The message's main limitation is not an error but an incomplete understanding. The assistant sees that text starts with "The user is asking..." rather than with thinking, and interprets this as the reasoning parser stripping the tag. In reality, as discovered in the following messages, the thinking tag was never in the generation — it was in the prompt. The assistant's assumption that the model generates thinking was reasonable given that the chat template includes it as the generation prompt, but it was incorrect.

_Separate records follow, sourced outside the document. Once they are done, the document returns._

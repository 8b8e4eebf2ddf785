"""Time-dependent orbits: stars in the Galaxy perturbed by the moving LMC, with the reflex.

The static orbit engine (:mod:`swerve.orbits`) integrates in a fixed Galaxy, so an orbit's
result does not depend on when it starts.  With the LMC it does: here each orbit of a batch has
its own start time (a launch epoch, Myr before the present, negative) and end time, and is
integrated in the Galactic Centre's (non-inertial) frame under

    a(x, t) = a_MW(x) - grad Phi_L(x - X(t)) - A_0(t),

``a_MW`` the static Galaxy's force (the compiled kernels of :mod:`swerve.galaxy.kernels`),
``Phi_L`` the LMC's Hernquist potential about its tabulated position ``X(t)`` relative to the
Galactic Centre, and ``A_0 = -grad Phi_L(-X(t))`` the LMC's pull on the Galactic Centre
(the Milky Way is rigid; without the reflex ``A_0 = 0``).  ``X(t)`` is the quintic Hermite
interpolant of the track's positions, velocities and accelerations (:class:`LMCTrack
<swerve.galaxy.lmc.LMCTrack>`, C^2 across grid nodes), and ``A_0`` is computed from it, so the
frame's acceleration is the LMC's pull on the centre exactly.

Method
------
* **Stepper**: DOP853 (Hairer, Norsett & Wanner 1993, §II.10) with stage times ``t + c_i h``,
  coefficients read from ``scipy.integrate._ivp.dop853_coefficients``; the same error norm,
  step control and first-step rule as :mod:`swerve.orbits` (position and velocity errors each
  relative to the size of r and v), the same default tolerances.  One orbit at a time per
  thread (no SIMD lanes), parallel over orbits with numba ``prange``.
* **Energy-like check**: in a time-dependent potential ``E = v^2/2 + Phi(x, t)`` changes by
  ``int dPhi/dt dt`` along the path, with ``Phi = Phi_MW(x) + Phi_L(x - X(t)) + A_0(t) . x``
  (the last term the potential of the frame's fictitious force).  The integral is carried
  along with the stepper's own quadrature (its weights ``b_i`` on the stage values of
  ``dPhi/dt``, as for an extra state component), so ``J = E - int dPhi/dt dt`` is a constant of
  the exact solution; ``energy_error = |J(t_end) - J(t_0)| / |Phi_MW(x_0)|``.
* **Closest approaches**, to the Galactic Centre and to the LMC's centre: at each accepted step
  the sign of ``d . d_dot`` (``d`` the offset from the centre) is checked at both ends and a
  change is located by bisection on the step's quintic Hermite interpolant (of x, v and a at
  both ends, no extra force evaluations) and on the track's interpolant.  With each closest
  approach to the Galactic Centre the running integral ``W = int dPhi/dt dt`` is kept (linear
  within the step), so the energy there is ``E(t0) + W`` (``LMCOrbitResult.w_r_min``).
* **Early stops** (off by default; :func:`integrate_lmc`'s ``r_stop`` and ``no_return``, used
  by ``swerve trace --lmc``), checked at the end of each accepted step:

  - *the Galactic Centre passed*: the path has come within ``r_stop`` of the Galactic Centre
    (the closest approach so far, between steps included) and is outside that sphere again;
  - *no return*: the path recedes from the Galactic Centre and from the LMC's centre in the
    direction of integration (``sign(dt) x . v > 0`` and ``sign(dt) d . d_dot > 0``), and is
    unbound from both: ``v^2/2 + Phi_MW(x) > 0`` (the static Galaxy) and
    ``|d_dot|^2/2 - G m_lmc / (|d| + a_lmc) > 0``.  In the static Galaxy alone (spherical) such
    a path never comes back; with the LMC's tide and the frame's acceleration it is an
    approximation, checked against full integration in tests/test_trace_lmc.py and
    benchmarks/RESULTS.md ("Trace with the LMC").  Bound paths are never stopped by it, nor
    paths that have been within ``r_stop`` (they stop on leaving that sphere).

  An orbit stopped early has status :data:`swerve.orbits.STATUS_STOPPED` and its reason in
  ``LMCOrbitResult.stop_reason``; its closest approaches are those of the integrated part.
* **Failures** are flagged in ``status`` (codes of :mod:`swerve.orbits`), never silent.

Units: kpc, km/s, Myr at the public boundary; inside, time in ``kpc/(km/s)``.
"""

from __future__ import annotations

import math
import warnings
from dataclasses import dataclass

import numba as nb
import numpy as np
from numba import prange
from scipy.integrate._ivp import dop853_coefficients as _dc

from . import units
from .galaxy import Galaxy, kernels
from .galaxy.lmc import LMCTrack, hernquist_acceleration, hernquist_potential, lmc_orbit
from .orbits import (
    DEFAULT_ATOL,
    DEFAULT_MAX_STEPS,
    DEFAULT_RTOL,
    STATUS_MAX_STEPS,
    STATUS_NON_FINITE,
    STATUS_OK,
    STATUS_STEP_UNDERFLOW,
    STATUS_STOPPED,
    OrbitFailureWarning,
    OrbitIntegrationError,
    as_vectors,
    failure_summary,
)
from .vocabulary import DEFAULT_LMC_RADIUS

__all__ = [
    "DEFAULT_LMC_RADIUS",
    "LMCEncounter",
    "LMCOrbitResult",
    "STOP_GC",
    "STOP_NONE",
    "STOP_NO_RETURN",
    "frame_potential",
    "integrate_lmc",
    "lmc_encounter",
    "lmc_origin_stats",
    "stop_names",
]
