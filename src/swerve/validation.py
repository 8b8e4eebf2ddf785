"""The validation harness: is the emulator-driven inference right, and how powerful is it?

Against held-out full simulations (Galaxy points not in the training design, made by
``swerve train CONFIG --held-out``):

accuracy
    For every held-out point and launch point, the emulated summaries against the simulated
    ones, ``z = (emu − sim) / sqrt(σ_emu² + σ_sim²)`` (σ_emu the emulator's predictive standard
    deviation, σ_sim the bootstrap simulation noise). RMS of z overall and per statistic
    type; the worst |z| of each point against pairs of parameters.
calibration
    Synthetic catalogs drawn from the **full simulation** of each held-out point (one
    trajectory bank per point, many catalogs from it with :func:`swerve.population.make_mock`),
    never from the emulator; truth = the held-out Galaxy parameters and a launch parameter
    drawn uniformly within its bounds per catalog (held-out Galaxy points are a space-filling
    design of the bounds, so the truths are close to draws from the uniform prior, as
    simulation-based calibration needs). Each is fitted in memory
    (:func:`swerve.inference.fit_catalog`, the path swerve fit runs, with its defaults);
    simulation-based calibration ranks (Talts et al. 2018,
    arXiv 1804.06788) and the coverage of the 68% / 95% central credible intervals, with
    binomial error bars and a pass/fail (:func:`coverage_test`, :func:`rank_test`).
power
    For sample sizes N and error models, halos on a grid of q_z (axisymmetric, q_y = 1; and a
    triaxial case, q_y ≠ 1), the fraction of catalogs whose posterior median of q_z, rounded
    to the grid, is the true grid value; side by side with the KS-test baseline
    (:mod:`swerve.baseline`) on the same catalogs (axisymmetric case). Catalogs come from one
    bank per grid Galaxy, the baseline's mocks from a second, independent bank of the same
    Galaxy (mocks sharing the catalog's own orbits would favour the true value; the other Galaxy and launch
    parameters at the midpoints of the emulator's bounds, or at the training configuration's
    fixed values). The fits leave the other parameters free (``others = "free"``, uniform
    priors over the emulator's domain) or fix them at their true values (``"fixed"``).

The configuration is a TOML file (:data:`VALIDATE_SCHEMA`; ``swerve validate --template``
writes a commented template). :func:`run_validation` returns the ``validation.json`` document
(layout in its docstring) and writes it with the figures.
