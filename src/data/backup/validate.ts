/**
 * Whole-document validation of a backup, before anything is written. Each failure class has its own
 * BackupError kind and a plain message; every issue names its row (e.g. "sites[3] (MF-05).latDeg").
 */
import * as v from 'valibot';
import { base64DecodedLength } from '../base64.ts';
import { BackupError, formatSize, type Issue } from '../errors.ts';
import { DEFAULT_MAX_PHOTO_BYTES } from '../repo/photos.ts';
import { toIssues } from '../schema/fields.ts';
import { elementRowIssues } from '../schema/elements.ts';
import { copyPlain, forbiddenKey, forbiddenKeyMessage } from '../schema/plain.ts';
import { rowIssues } from '../schema/validate.ts';
import { ENTITY_TABLES } from '../types.ts';
import { ARCHIVE_RECORDS_FORMAT_VERSION, BACKUP_FORMAT, BACKUP_FORMAT_VERSION, BACKUP_TABLES, archivePhotoRowSchema, conflictRowSchema, envelopeSchema, photoRowSchema, revisionRowSchema, type BackupDocument, type BackupTable, type BackupTables } from './format.ts';

export interface BackupCheckOptions {
  /** Largest photo accepted, bytes (default DEFAULT_MAX_PHOTO_BYTES). */
  maxPhotoBytes?: number;
  /** Check that every reference points into the document (default true; merge checks against document + device). */
  checkReferences?: boolean;
}

/**
 * True when `text` starts like JSON but ends inside a string or an open object/array: the usual result
 * of a copy cut short. Independent of the engine's JSON.parse wording.
 */
function looksTruncated(text: string): boolean {
  const t = text.trim();
  if (!t.startsWith('{') && !t.startsWith('[')) return false;
  let depth = 0;
  let inString = false;
  for (let i = 0; i < t.length; i++) {
    const c = t[i];
    if (inString) {
      if (c === '\\') i++;
      else if (c === '"') inString = false;
    } else if (c === '"') inString = true;
    else if (c === '{' || c === '[') depth++;
    else if (c === '}' || c === ']') depth--;
  }
  return inString || depth > 0;
}

function parseText(text: string): unknown {
  if (text.trim() === '') throw new BackupError('not-json', 'The file is empty; it is not a Glintmark backup.');
  try {
    return JSON.parse(text) as unknown;
  } catch {
    if (looksTruncated(text)) {
      throw new BackupError('truncated', 'The backup file is incomplete (it ends in the middle of the data), probably cut off while copying. Nothing was restored; copy the file again.');
    }
    const start = JSON.stringify(text.trim().slice(0, 12));
    throw new BackupError('not-json', `This file is not a Glintmark backup: it is not JSON (it starts with ${start}). Nothing was restored.`);
  }
}

/** Where a document's photo bytes are: inline base64 (a JSON backup file) or entries of the archive (records.json). */
export type BackupLayout = 'json' | 'archive';

function checkEnvelope(data: unknown, layout: BackupLayout): BackupDocument {
  const o = (typeof data === 'object' && data !== null && !Array.isArray(data) ? data : {}) as Record<string, unknown>;
  if (o.format !== BACKUP_FORMAT) {
    throw new BackupError('wrong-format', `This file is not a Glintmark backup (its format is ${JSON.stringify(o.format ?? null)}, expected "${BACKUP_FORMAT}"). Nothing was restored.`);
  }
  if (layout === 'json' && o.formatVersion === ARCHIVE_RECORDS_FORMAT_VERSION) {
    throw new BackupError('wrong-format', 'This is the records file from inside a backup archive, without its photos. Restore the whole archive (the .glintmark.zip file) instead. Nothing was restored.');
  }
  if (layout === 'archive' && o.formatVersion !== ARCHIVE_RECORDS_FORMAT_VERSION) {
    throw new BackupError('wrong-version', `The records inside this backup archive have format version ${JSON.stringify(o.formatVersion ?? null)}, not ${ARCHIVE_RECORDS_FORMAT_VERSION}. Nothing was restored.`);
  }
  if (layout === 'json' && o.formatVersion !== BACKUP_FORMAT_VERSION) {
    const newer = typeof o.formatVersion === 'number' && o.formatVersion > BACKUP_FORMAT_VERSION;
    throw new BackupError(
      'wrong-version',
      newer
        ? `This backup was made by a newer Glintmark (backup format ${String(o.formatVersion)}; this app reads format ${BACKUP_FORMAT_VERSION}). Update the app, then restore. Nothing was restored.`
        : `This backup has an unknown format version (${JSON.stringify(o.formatVersion ?? null)}); this app reads format ${BACKUP_FORMAT_VERSION}. Nothing was restored.`,
    );
  }
  const r = v.safeParse(envelopeSchema, data);
  if (!r.success) throw fail('invalid-record', 'its header or table lists are damaged', toIssues(r.issues));
  return data as BackupDocument;
}
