// MolarVolume returns the molar volume in cm3/mol, or 0 if the density is unknown.
func (m *Mineral) MolarVolume() float64 {
	if m.Density <= 0 {
		return 0
	}
	return m.MolarMass / m.Density
}

// Database is a parsed thermodynamic data set. It is read-only once built and safe
// for concurrent use.
type Database struct {
	components []Component
	species    []Species // the free ion of each non-solvent component comes first, in component order
	minerals   []Mineral // minerals and gases, in file order

	compIndex    map[string]int
	speciesIndex map[string]int
	mineralIndex map[string]int
	water        int // index of H2O
	hplus        int // index of H+
	carbonate    int // index of CO3 2- or -1
	co2gas       int // index of CO2(g) in Minerals or -1
	calcite      int
	hco3         int // species index of HCO3- or -1
	co3          int
	electron     int // index of the electron component e- or -1
	o2gas        int // index of O2(g) in Minerals or -1
}

// ComponentIndex returns the index of the named component, or -1. Names are matched
// after CanonicalName, so "SO4^2-" and the sign-first spellings find SO4 2-.
func (db *Database) ComponentIndex(name string) int {
	if i, ok := db.compIndex[name]; ok {
		return i
	}
	if i, ok := db.compIndex[CanonicalName(name)]; ok {
		return i
	}
	return -1
}

// SpeciesIndex returns the index of the named species, or -1 (names matched as in
// ComponentIndex).
func (db *Database) SpeciesIndex(name string) int {
	if i, ok := db.speciesIndex[name]; ok {
		return i
	}
	if i, ok := db.speciesIndex[CanonicalName(name)]; ok {
		return i
	}
	return -1
}

// MineralIndex returns the index of the named mineral or gas, or -1. Mineral names
// are matched without regard to case, spaces, hyphens, underscores and parentheses,
// and the alternative names of MineralAliases are accepted.
func (db *Database) MineralIndex(name string) int {
	if i, ok := db.mineralIndex[name]; ok {
		return i
	}
	if i, ok := db.mineralIndex[mineralKey(name)]; ok {
		return i
	}
	return -1
}

// Mineral returns a copy of the named mineral or gas, or nil (names matched as in
// MineralIndex).
func (db *Database) Mineral(name string) *Mineral {
	i := db.MineralIndex(name)
	if i < 0 {
		return nil
	}
	m := db.minerals[i].clone()
	return &m
}

// Components returns a copy of the components, in data-file order.
func (db *Database) Components() []Component { return append([]Component(nil), db.components...) }

// Component returns a copy of component i (i from ComponentIndex).
func (db *Database) Component(i int) Component { return db.components[i] }

// Species returns a copy of the aqueous species: the free ion of each non-solvent
// component first, in component order, then the others in data-file order.
func (db *Database) Species() []Species {
	out := make([]Species, len(db.species))
	for i := range db.species {
		out[i] = db.species[i].clone()
	}
	return out
}

// Minerals returns a copy of the minerals and gases, in data-file order.
func (db *Database) Minerals() []Mineral {
	out := make([]Mineral, len(db.minerals))
	for i := range db.minerals {
		out[i] = db.minerals[i].clone()
	}
	return out
}

func (s Species) clone() Species { s.Terms = append([]Term(nil), s.Terms...); return s }
func (m Mineral) clone() Mineral { m.Terms = append([]Term(nil), m.Terms...); return m }

// MineralNames returns the names of the minerals (gases excluded) in data-file order.
func (db *Database) MineralNames() []string {
	out := make([]string, 0, len(db.minerals))
	for i := range db.minerals {
		if !db.minerals[i].Gas {
			out = append(out, db.minerals[i].Name)
		}
	}
	return out
}
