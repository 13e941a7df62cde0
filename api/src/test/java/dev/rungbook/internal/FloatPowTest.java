package dev.rungbook.internal;

import static org.junit.jupiter.api.Assertions.assertEquals;
import static org.junit.jupiter.api.Assertions.assertTrue;

import java.util.SplittableRandom;
import org.junit.jupiter.api.Test;

/** The float32 power of adaptive rounding's regulariser against java.lang.Math in double precision. */
class FloatPowTest {
    @Test
    void log2WithinItsBoundOverTheFloatRange() {
        SplittableRandom r = new SplittableRandom(1);
        double worst = 0;
        for (int i = 0; i < 2_000_000; i++) {
            // every exponent from 2^-126 to 2^127, random mantissas
            float a = (float) Math.scalb(1 + r.nextDouble(), r.nextInt(-126, 127));
            // Source: java.lang.Math.log in double precision (the reference).
            double exact = Math.log(a) / Math.log(2);
            // float rounding of the result (half a step, 2^-24 |log2 a|) plus the error of the series
            worst = Math.max(worst, Math.abs(FloatPow.log2(a) - exact) - 0x1p-24 * Math.abs(exact));
        }
        assertTrue(worst < 3e-7, "log2 error beyond the rounding of the result " + worst);
        assertEquals(0f, FloatPow.log2(1f), 0f);
        assertEquals(-3f, FloatPow.log2(0.125f), 0f);
    }

    @Test
    void exp2WithinItsBoundOverTheRangeUsed() {
        SplittableRandom r = new SplittableRandom(2);
        double worst = 0;
        for (int i = 0; i < 2_000_000; i++) {
            float y = (float) (-126 + 253 * r.nextDouble());
            // Source: java.lang.Math.exp in double precision (the reference), at the float argument.
            double exact = Math.exp(y * Math.log(2));
            worst = Math.max(worst, Math.abs(FloatPow.exp2(y) - exact) / exact);
        }
        assertTrue(worst < 3e-7, "exp2 relative error " + worst);
        assertEquals(1f, FloatPow.exp2(0f), 0f);
        assertEquals(0.25f, FloatPow.exp2(-2f), 0f);
    }

    @Test
    void powWithinItsRelativeBoundAndFlushedBelow2ToTheMinus100() {
        SplittableRandom r = new SplittableRandom(3);
        double worst = 0;
        int checked = 0;
        int n = 1 << 16;
        float[] a = new float[n];
        float[] out = new float[n];
        float[] s1 = new float[n];
        float[] s2 = new float[n];
        // exponents p = beta - 1 of the regulariser: beta from 20 down to 1
        for (double p = 0; p <= 19.0; p += 0.37) {
            for (int i = 0; i < n; i++) {
                // a = |2h - 1| in [0, 1]: half uniform, half log-uniform down to 2^-40
                a[i] = (float) (i % 2 == 0 ? r.nextDouble() : Math.pow(2, -40 * r.nextDouble()));
            }
            a[0] = 0f;
            a[1] = 1f;
            FloatPow.pow(a, (float) p, out, n, s1, s2);
            for (int i = 0; i < n; i++) {
                assertEquals(Float.floatToRawIntBits(FloatPow.pow(a[i], (float) p)), Float.floatToRawIntBits(out[i]),
                        "array and scalar forms differ at a = " + a[i] + ", p = " + p);
                // Source: java.lang.Math.pow in double precision (the reference), at the float arguments.
                double exact = Math.pow(a[i], (float) p);
                if (exact >= 0x1p-99) {
                    worst = Math.max(worst, Math.abs(out[i] - exact) / exact);
                    checked++;
                } else if (exact <= 0x1p-101 && a[i] > 0) {
                    assertEquals(0f, out[i], 0f, "flushed to 0 at a = " + a[i] + ", p = " + p);
                }
                assertTrue(out[i] == 0f || out[i] >= Float.MIN_NORMAL, "no subnormal result " + out[i]);
            }
        }
        assertTrue(checked > 1_000_000, "checked " + checked);
        assertTrue(worst < 1e-5, "pow relative error " + worst);
        System.out.printf("FloatPow: largest relative error of a^p (p <= 19) %.3g over %d values%n", worst, checked);
        assertEquals(1f, FloatPow.pow(0f, 0f), 0f);
        assertEquals(0f, FloatPow.pow(0f, 1f), 0f);
        assertEquals(1f, FloatPow.pow(1f, 18.5f), 0f);
    }
}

This misunderstanding is productive, however. It drives the assistant to investigate the token IDs in <msg id=3793-3795>, which leads to the full understanding of the prompt structure. Without the puzzle posed by the missing thinking tag, the assistant might have accepted the /generate output at face value and only later discovered that the token IDs were correct all along.

The Architectural Impact

Message 3792 is the pivot point where the pipeline's architecture shifted from "parse the text output" to "capture the raw token IDs." This shift had profound consequences:

  1. Elimination of parsing ambiguity: The new approach (implemented in the rewritten run_inference.py) uses apply_chat_template to get prompt_ids, sends them to /generate as input_ids, and concatenates prompt_ids + output_ids to get the full sequence. No text parsing, no regex, no reasoning parsers — just raw token arrays.
  2. Faithful training data: Because the token IDs are captured directly from the model's generation, the training data exactly matches what the model would produce during inference. This is critical for EAGLE-3, which must learn the precise conditional distribution of the base model's token outputs.
  3. Simplified code: The rewritten script is actually simpler than the original OpenAI-client-based version. It doesn't need to handle message roles, reasoning fields, or tool call parsing. It just sends token IDs and receives token IDs.
  4. Generalizability: The /generate endpoint with input_ids works for any model, regardless of its chat template or reasoning format. The same script can be used for Kimi-K2.5, Qwen, Llama, or any other model without modification.

Conclusion

Message 3792 is a small message with outsized consequences. In it, the assistant tests an alternative API endpoint, discovers that it works, and sets in motion a chain of discoveries that would fundamentally reshape the EAGLE-3 training pipeline. The message itself is unremarkable — a curl command and a truncated JSON response — but it represents the moment when the team stopped trying to fix a broken parsing strategy and started building a better one. The insight that raw token IDs are cleaner than parsed text, combined with the discovery that thinking is part of the prompt rather than the generation, produced a pipeline that is simpler, more reliable, and more faithful to the model's actual behavior. In the complex world of large-scale ML training, sometimes the most important step is knowing which abstraction level to work at.